A beam could also be used to provide impulse by directly "pushing" on the sail.

One example of this would be using a solar sail to reflect a laser beam. This concept, called a laser-pushed lightsail, was analyzed by physicist Robert L. Forward in 1989 as a method of Interstellar travel that would avoid extremely high mass ratios by not carrying fuel. His work elaborated on a proposal initially made by Marx. Further analysis of the concept was done by Landis, Mallove and Matloff, Andrews and others.

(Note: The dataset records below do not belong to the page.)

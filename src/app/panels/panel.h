/* What the panels under the sheet have in common: they show a desk's answer while they are mapped, and are told when it, or the selection, becomes another. */
#pragma once

#include <gtk/gtk.h>

#include "desk.h"

#define UT_TYPE_PANEL (ut_panel_get_type ())
G_DECLARE_DERIVABLE_TYPE (UtPanel, ut_panel, UT, PANEL, GtkWidget)

struct _UtPanelClass
{
  GtkWidgetClass parent;
  void (*refresh) (UtPanel *panel); /* mapped, with a desk: plan, answer or selection may be others */
  void (*let_go) (UtPanel *panel);  /* the desk goes: what is being computed for it is given up; may be NULL */
};

void ut_panel_set_desk (UtPanel *panel, UtDesk *desk);
UtDesk *ut_panel_desk (UtPanel *panel); /* NULL: none */

/* The one child, which fills the panel. */
void ut_panel_set_child (UtPanel *panel, GtkWidget *child);

/* Refreshes, if it is shown. */
void ut_panel_refresh (UtPanel *panel);

/* The first terminal selected that has a link in the study: its place among the links, or -1. */
int ut_panel_selected_link (UtPanel *panel, const UtStudy *study);
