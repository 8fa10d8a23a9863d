#include "budget-panel.h"

#include <math.h>

#include <glib/gi18n.h>

#include "budget-plot.h"
#include "plot.h"

#define PRESENT_TEXT 20.0

struct _UtBudgetPanel
{
  UtPanel parent;
  GtkWidget *box;
  UtPlot *plot;
  GtkLabel *words;
  GCancellable *computing; /* NULL: nothing is */
  UtStudy *asked;          /* whose cases are there or being made */
  UtBudgetCases cases;
  gboolean has_cases;
  UtBudget *budget;
};

G_DEFINE_FINAL_TYPE (UtBudgetPanel, ut_budget_panel, UT_TYPE_PANEL)

static void
paint (cairo_t *cr, double width, double height, double text_size, const UtPalette *palette, gpointer data)
{
  UtBudgetPanel *self = data;

  if (self->budget != NULL)
    ut_budget_paint (cr, self->budget, width, height, text_size, palette);
}

static char *
csv (gpointer data)
{
  UtBudgetPanel *self = data;

  return self->budget != NULL ? ut_budget_csv (self->budget) : g_strdup ("");
}

/* ---- which link ---- */

static int
shown_link (UtBudgetPanel *self, UtStudy *study)
{
  int worst = ut_panel_selected_link (UT_PANEL (self), study);

  for (guint i = 0; i < study->links->len && ut_panel_selected_link (UT_PANEL (self), study) < 0; i++)
    {
      const UtLinkAnswer *link = ut_study_link (study, i);

      if (link->cell >= 0 && !isnan (link->margin_db) && (worst < 0 || link->margin_db < ut_study_link (study, (guint) worst)->margin_db))
        worst = (int) i;
    }
  return worst;
}

static void
show (UtBudgetPanel *self)
{
  int link = self->has_cases ? shown_link (self, self->cases.studies[UT_CASE_PLANNED]) : -1;
  g_autofree char *words = NULL;

  g_clear_pointer (&self->budget, ut_budget_free);
  if (link >= 0)
    self->budget = ut_budget_new (&self->cases, (guint) link);
  words = self->budget != NULL ? ut_budget_words (self->budget) : g_strdup (_ ("There is no link to look at: place a cell and a terminal with a target."));
  gtk_label_set_text (self->words, words);
  ut_plot_changed (self->plot, words);
}

/* ---- the cases, in a thread ---- */

typedef struct
{
  UtStudy *study;
  UtBudgetCases cases;
  gboolean made;
} Job;

static void
job_free (gpointer data)
{
  Job *job = data;

  if (job->made)
    ut_budget_cases_clear (&job->cases);
  ut_study_unref (job->study);
  g_free (job);
}

static void
make_in_thread (GTask *task, gpointer source, gpointer data, GCancellable *cancellable)
{
  Job *job = data;

  (void) source;
  job->made = ut_budget_cases_make (job->study, cancellable, &job->cases);
  g_task_return_boolean (task, job->made);
}

static void
made_cb (GObject *source, GAsyncResult *result, gpointer data)
{
  UtBudgetPanel *self = UT_BUDGET_PANEL (source);
  Job *job = g_task_get_task_data (G_TASK (result));

  (void) data;
  if (g_task_get_cancellable (G_TASK (result)) != self->computing)
    return;
  g_clear_object (&self->computing);
  if (!job->made || ut_panel_desk (UT_PANEL (self)) == NULL)
    return;
  if (self->has_cases)
    ut_budget_cases_clear (&self->cases);
  self->cases = job->cases;
  self->has_cases = TRUE;
  job->made = FALSE;
  show (self);
}

static void
ut_budget_panel_let_go (UtPanel *panel)
{
  UtBudgetPanel *self = UT_BUDGET_PANEL (panel);

  if (self->computing != NULL)
    g_cancellable_cancel (self->computing);
  g_clear_object (&self->computing);
  g_clear_pointer (&self->asked, ut_study_unref);
}

static void
ut_budget_panel_refresh (UtPanel *panel)
{
  UtBudgetPanel *self = UT_BUDGET_PANEL (panel);
  UtStudy *study = ut_desk_answer (ut_panel_desk (panel));
  g_autoptr (GTask) task = NULL;
  Job *job;

  if (study == NULL)
    return;
  if (study == self->asked)
    {
      if (self->computing == NULL)
        show (self);
      return;
    }
  ut_budget_panel_let_go (panel);
  self->asked = ut_study_ref (study);
  self->computing = g_cancellable_new ();
  job = g_new0 (Job, 1);
  job->study = ut_study_ref (study);
  task = g_task_new (self, self->computing, made_cb, NULL);
  g_task_set_task_data (task, job, job_free);
  g_task_run_in_thread (task, make_in_thread);
}

/* ---- large type ---- */

static gboolean
close_cb (GtkWidget *widget, GVariant *arguments, gpointer window)
{
  (void) widget;
  (void) arguments;
  gtk_window_destroy (window);
  return TRUE;
}

void
ut_budget_panel_present (UtBudgetPanel *self, GtkWindow *parent)
{
  GtkWidget *window = gtk_window_new ();
  UtBudgetPanel *large = g_object_new (UT_TYPE_BUDGET_PANEL, NULL);
  GtkEventController *keys = gtk_shortcut_controller_new ();

  ut_plot_set_text_size (large->plot, PRESENT_TEXT);
  gtk_orientable_set_orientation (GTK_ORIENTABLE (large->box), GTK_ORIENTATION_VERTICAL);
  gtk_widget_set_size_request (gtk_widget_get_last_child (large->box), -1, 200);
  gtk_window_set_default_size (GTK_WINDOW (window), 1280, 800);
  gtk_widget_add_css_class (GTK_WIDGET (large), "presentation");
  gtk_window_set_title (GTK_WINDOW (window), _ ("Budget"));
  gtk_window_set_transient_for (GTK_WINDOW (window), parent);
  gtk_window_set_destroy_with_parent (GTK_WINDOW (window), TRUE);
  gtk_window_set_child (GTK_WINDOW (window), GTK_WIDGET (large));
  gtk_shortcut_controller_add_shortcut (GTK_SHORTCUT_CONTROLLER (keys),
                                        gtk_shortcut_new (gtk_alternative_trigger_new (gtk_keyval_trigger_new (GDK_KEY_Escape, 0), gtk_keyval_trigger_new (GDK_KEY_F5, 0)),
                                                          gtk_callback_action_new (close_cb, window, NULL)));
  gtk_widget_add_controller (window, keys);
  ut_panel_set_desk (UT_PANEL (large), ut_panel_desk (UT_PANEL (self)));
  gtk_window_fullscreen (GTK_WINDOW (window));
  gtk_window_present (GTK_WINDOW (window));
}

static void
ut_budget_panel_dispose (GObject *object)
{
  UtBudgetPanel *self = UT_BUDGET_PANEL (object);

  G_OBJECT_CLASS (ut_budget_panel_parent_class)->dispose (object);
  g_clear_pointer (&self->budget, ut_budget_free);
  if (self->has_cases)
    ut_budget_cases_clear (&self->cases);
  self->has_cases = FALSE;
}

static void
ut_budget_panel_class_init (UtBudgetPanelClass *class)
{
  G_OBJECT_CLASS (class)->dispose = ut_budget_panel_dispose;
  UT_PANEL_CLASS (class)->refresh = ut_budget_panel_refresh;
  UT_PANEL_CLASS (class)->let_go = ut_budget_panel_let_go;
}

static void
ut_budget_panel_init (UtBudgetPanel *self)
{
  GtkWidget *scroller = gtk_scrolled_window_new ();

  self->box = gtk_box_new (GTK_ORIENTATION_HORIZONTAL, 4);
  self->plot = g_object_new (UT_TYPE_PLOT, NULL);
  ut_plot_set_up (self->plot, "budget", paint, csv, NULL, self);
  gtk_widget_set_size_request (GTK_WIDGET (self->plot), -1, 120);
  self->words = GTK_LABEL (gtk_label_new (NULL));
  gtk_label_set_wrap (self->words, TRUE);
  gtk_label_set_xalign (self->words, 0);
  gtk_label_set_yalign (self->words, 0);
  gtk_label_set_selectable (self->words, TRUE);
  gtk_widget_add_css_class (GTK_WIDGET (self->words), "words");
  /* The scroller keeps the words from asking for room that the sheet needs. */
  gtk_scrolled_window_set_policy (GTK_SCROLLED_WINDOW (scroller), GTK_POLICY_EXTERNAL, GTK_POLICY_AUTOMATIC);
  gtk_scrolled_window_set_child (GTK_SCROLLED_WINDOW (scroller), GTK_WIDGET (self->words));
  gtk_widget_set_size_request (scroller, 230, -1);
  gtk_box_append (GTK_BOX (self->box), GTK_WIDGET (self->plot));
  gtk_box_append (GTK_BOX (self->box), scroller);
  ut_panel_set_child (UT_PANEL (self), self->box);
}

In a later paper, Forward proposed pushing a sail with a microwave beam. This has the advantage that the sail need not be a continuous surface. Forward tagged his proposal for an ultralight sail "Starwisp". A later analysis by Landis suggested that the Starwisp concept as originally proposed by Forward would not work, but variations on the proposal continue to be proposed.

The beam has to have a large diameter so that only a small portion of the beam misses the sail due to diffraction and the laser or microwave antenna has to have a good pointing stability so that the craft can tilt its sails fast enough to follow the center of the beam. This gets more important when going from interplanetary travel to interstellar travel, and when going from a fly-by mission, to a landing mission, to a return mission. The laser or the microwave sender would probably be a large phased array of small devices, which get their energy directly from solar radiation. The size of the array obsoletes any lens or mirror.

Another beam-pushed concept would be to use a magnetic sail or MMPP sail to divert a beam of charged particles from a particle accelerator or plasma jet. Jordin Kare has proposed a variant to this whereby a "beam" of small laser accelerated light sails would transfer momentum to a magsail vehicle.

Another beam-pushed concept uses ordinary matter and works in vacuum. The matter from a stationary mass-driver is "reflected" by the spacecraft, cf. mass driver. The spacecraft neither needs energy nor reaction mass for propulsion of its own.